(Data excerpts)

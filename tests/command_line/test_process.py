"""The program as a process: help without heavy imports, pipes, encodings, module and version."""

from __future__ import annotations

import os
import subprocess
import sys

HEAVY = ("numpy", "scipy", "gmsh", "matplotlib", "rich", "shapely", "pydantic", "beam_theory", "fe_models")


def process(*arguments, **environment):
    """Run ``python -m crosscheck`` in a process of its own."""
    return subprocess.run(
        [sys.executable, "-m", "crosscheck", *map(str, arguments)],
        capture_output=True,
        env={**os.environ, **environment},
        timeout=120,
        check=False,
    )


def test_help_offers_what_exists():
    ran = process("--help")
    assert ran.returncode == 0
    text = ran.stdout.decode()
    assert "compare" in text
    assert "draw" in text
    assert "exit status" in text
    assert "not approval" in text


def test_help_loads_nothing_heavy():
    code = (
        "import sys\nfrom crosscheck.command_line import main\n"
        f"main(['compare', '--help'])\nprint([m for m in {HEAVY!r} if m in sys.modules])"
    )
    ran = subprocess.run([sys.executable, "-c", code], capture_output=True, timeout=60, check=True)
    assert ran.stdout.decode().splitlines()[-1] == "[]"


def test_no_command_shows_help_and_is_bad_input():
    ran = process()
    assert ran.returncode == 2
    assert b"usage: crosscheck" in ran.stderr


def test_unknown_command_and_option_are_bad_input(channel):
    for arguments in (("compass", channel), ("compare", channel, "--acc", "1e-5")):
        ran = process(*arguments)
        assert ran.returncode == 2
        assert b"Traceback" not in ran.stderr


def test_version():
    assert process("--version").stdout.decode().startswith("crosscheck ")


def test_pipe_without_colour_and_without_unicode(channel):
    ran = process("compare", channel, COLUMNS="120", PYTHONIOENCODING="ascii", NO_COLOR="1")
    assert ran.stderr == b""
    assert b"\x1b" not in ran.stdout
    assert b"+-" in ran.stdout
    assert max(map(len, ran.stdout.splitlines())) <= 120


def test_reader_of_the_pipe_that_goes_away(channel):
    with subprocess.Popen(
        [sys.executable, "-m", "crosscheck", "compare", str(channel), "--json", "-"],
        stdout=subprocess.PIPE,
        stderr=subprocess.PIPE,
    ) as process_:
        assert process_.stdout is not None
        process_.stdout.close()
        assert process_.stderr is not None
        errors = process_.stderr.read()
        process_.wait(timeout=60)
    assert b"Traceback" not in errors
    assert b"BrokenPipe" not in errors


def test_public_names_are_there():
    import crosscheck

    for name in crosscheck.__all__:
        assert getattr(crosscheck, name) is not None
    assert set(crosscheck.__all__) <= set(dir(crosscheck))
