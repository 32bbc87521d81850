"""Every kind of wall and load in one file, through the command line."""

from __future__ import annotations

import json


def test_new_features_all_at_once(run, tmp_path):
    """Arc, taper, boom, second material, corners and every resultant in one file."""
    path = tmp_path / "all.toml"
    path.write_text(EVERYTHING)
    ran = run("compare", path, "--json", "-")
    assert ran.status in (0, 1)
    read = json.loads(ran.out)
    assert all(check["passed"] for check in read["checks"])
    names = {row["name"] for row in read["quantities"] if row["load"] == "all"}
    assert names == {
        "peak_flow", "flow_at_probes", "rate_of_twist", "direct_stress", "von_mises_stress", "surface_shear"
    }  # fmt: skip
    assert read["boom_fibres"][0]["reason"]
    assert read["fillet_peaks"]


EVERYTHING = """\
units = "mm N"
base_material = "sheet"
[materials.sheet]
E = 72000
nu = 0.33
[materials.steel]
E = 205000
nu = 0.29
[points]
low = [0, -60]
high = [0, 60]
edge = [70, -60]
lip = [70, -40]
[[walls]]
name = "nose"
path = ["high", "low"]
arc = { through = [-60, 0] }
thickness = 2
[[walls]]
name = "web"
path = ["low", "high"]
thickness = 3
material = "steel"
[[walls]]
name = "flange"
path = ["low", "edge"]
thickness = { from = 3, to = 2 }
[[walls]]
name = "lip"
path = ["edge", "lip"]
thickness = 2
[[booms]]
at = "high"
area = 150
[corners]
edge = { inner_radius = 3 }
[[loads]]
name = "all"
shear = [100, -900]
through = [20, 0]
torque = 5000
axial = 700
moment = [80000, -9000]
bimoment = 40000
"""
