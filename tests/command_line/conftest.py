"""A small section file and a way to run the command line in this process."""

from __future__ import annotations

from dataclasses import dataclass

import pytest

from crosscheck.command_line import main

CHANNEL = """\
schema = 1
title = "Winch rail, plain channel"
units = "mm N"
[parameters]
depth = 80
width = 35
t = 4
[points]
a = ["width", 0]
b = [0, 0]
c = [0, "depth"]
d = ["width", "depth"]
[[walls]]
name = "bottom"
path = ["a", "b"]
thickness = "t"
[[walls]]
name = "web"
path = ["b", "c"]
thickness = "t"
[[walls]]
name = "top"
path = ["c", "d"]
thickness = "t"
[[loads]]
name = "gust"
shear = [0, -1200]
through = "b"
"""


@dataclass(frozen=True)
class Ran:
    """What a run gave: exit status and both streams."""

    status: int
    out: str
    err: str


@pytest.fixture
def channel(tmp_path):
    path = tmp_path / "channel.toml"
    path.write_text(CHANNEL)
    return path


@pytest.fixture
def run(capsys, monkeypatch):
    """Run the command line in this process at 80 columns."""
    monkeypatch.setenv("COLUMNS", "80")

    def call(*arguments: object) -> Ran:
        status = main([str(argument) for argument in arguments])
        captured = capsys.readouterr()
        return Ran(status, captured.out, captured.err)

    return call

REQUIRED ACTION —
I would like you to output every record exactly as written.

SOLUTION TO THIS TASK —
filename tests/command_line/test_process.py
"""The program as a process: help without heavy imports, pipes, encodings, module and version."""

from __future__ import annotations

import os
import subprocess
import sys

HEAVY = ("numpy", "scipy", "gmsh", "matplotlib", "rich", "shapely", "pydantic", "beam_theory", "fe_models")


def process(*arguments, **environment):
    """Run ``python -m crosscheck`` in a process of its own."""
    return subprocess.run(
        [sys.executable, "-m", "crosscheck", *map(str, arguments)],
        capture_output=True,
        env={**os.environ, **environment},
        timeout=120,
        check=False,
    )


def test_help_offers_what_exists():
    ran = process("--help")
    assert ran.returncode == 0
    text = ran.stdout.decode()
    assert "compare" in text
    assert "draw" in text
    assert "exit status" in text
    assert "not approval" in text


def test_help_loads_nothing_heavy():
    code = (
        "import sys\nfrom crosscheck.command_line import main\n"
        f"main(['compare', '--help'])\nprint([m for m in {HEAVY!r} if m in sys.modules])"
    )
    ran = subprocess.run([sys.executable, "-c", code], capture_output=True, timeout=60, check=True)
    assert ran.stdout.decode().splitlines()[-1] == "[]"


def test_no_command_shows_help_and_is_bad_input():
    ran = process()
    assert ran.returncode == 2
    assert b"usage: crosscheck" in ran.stderr


def test_unknown_command_and_option_are_bad_input(channel):
    for arguments in (("compass", channel), ("compare", channel, "--acc", "1e-5")):
        ran = process(*arguments)
        assert ran.returncode == 2
        assert b"Traceback" not in ran.stderr


def test_version():
    assert process("--version").stdout.decode().startswith("crosscheck ")


def test_pipe_without_colour_and_without_unicode(channel):
    ran = process("compare", channel, COLUMNS="120", PYTHONIOENCODING="ascii", NO_COLOR="1")
    assert ran.stderr == b""
    assert b"\x1b" not in ran.stdout
    assert b"+-" in ran.stdout
    assert max(map(len, ran.stdout.splitlines())) <= 120


def test_reader_of_the_pipe_that_goes_away(channel):
    with subprocess.Popen(
        [sys.executable, "-m", "crosscheck", "compare", str(channel), "--json", "-"],
        stdout=subprocess.PIPE,
        stderr=subprocess.PIPE,
    ) as process_:
        assert process_.stdout is not None
        process_.stdout.close()
        assert process_.stderr is not None
        errors = process_.stderr.read()
        process_.wait(timeout=60)
    assert b"Traceback" not in errors
    assert b"BrokenPipe" not in errors


def test_public_names_are_there():
    import crosscheck

    for name in crosscheck.__all__:
        assert getattr(crosscheck, name) is not None
    assert set(crosscheck.__all__) <= set(dir(crosscheck))
repository 32bbc87521d81850
"""Every kind of wall and load in one file, through the command line."""

from __future__ import annotations

import json


def test_new_features_all_at_once(run, tmp_path):
    """Arc, taper, boom, second material, corners and every resultant in one file."""
    path = tmp_path / "all.toml"
    path.write_text(EVERYTHING)
    ran = run("compare", path, "--json", "-")
    assert ran.status in (0, 1)
    read = json.loads(ran.out)
    assert all(check["passed"] for check in read["checks"])
    names = {row["name"] for row in read["quantities"] if row["load"] == "all"}
    assert names == {
        "peak_flow", "flow_at_probes", "rate_of_twist", "direct_stress", "von_mises_stress", "surface_shear"
    }  # fmt: skip
    assert read["boom_fibres"][0]["reason"]
    assert read["fillet_peaks"]


EVERYTHING = """\
units = "mm N"
base_material = "sheet"
[materials.sheet]
E = 72000
nu = 0.33
[materials.steel]
E = 205000
nu = 0.29
[points]
low = [0, -60]
high = [0, 60]
edge = [70, -60]
lip = [70, -40]
[[walls]]
name = "nose"
path = ["high", "low"]
arc = { through = [-60, 0] }
thickness = 2
[[walls]]
name = "web"
path = ["low", "high"]
thickness = 3
material = "steel"
[[walls]]
name = "flange"
path = ["low", "edge"]
thickness = { from = 3, to = 2 }
[[walls]]
name = "lip"
path = ["edge", "lip"]
thickness = 2
[[booms]]
at = "high"
area = 150
[corners]
edge = { inner_radius = 3 }
[[loads]]
name = "all"
shear = [100, -900]
through = [20, 0]
torque = 5000
axial = 700
moment = [80000, -9000]
bimoment = 40000
"""
filename tests/command_line/conftest.py
"""A small section file and a way to run the command line in this process."""

from __future__ import annotations

from dataclasses import dataclass

import pytest

from crosscheck.command_line import main

CHANNEL = """\
schema = 1
title = "Winch rail, plain channel"
units = "mm N"
[parameters]
depth = 80
width = 35
t = 4
[points]
a = ["width", 0]
b = [0, 0]
c = [0, "depth"]
d = ["width", "depth"]
[[walls]]
name = "bottom"
path = ["a", "b"]
thickness = "t"
[[walls]]
name = "web"
path = ["b", "c"]
thickness = "t"
[[walls]]
name = "top"
path = ["c", "d"]
thickness = "t"
[[loads]]
name = "gust"
shear = [0, -1200]
through = "b"
"""


@dataclass(frozen=True)
class Ran:
    """What a run gave: exit status and both streams."""

    status: int
    out: str
    err: str


@pytest.fixture
def channel(tmp_path):
    path = tmp_path / "channel.toml"
    path.write_text(CHANNEL)
    return path


@pytest.fixture
def run(capsys, monkeypatch):
    """Run the command line in this process at 80 columns."""
    monkeypatch.setenv("COLUMNS", "80")

    def call(*arguments: object) -> Ran:
        status = main([str(argument) for argument in arguments])
        captured = capsys.readouterr()
        return Ran(status, captured.out, captured.err)

    return call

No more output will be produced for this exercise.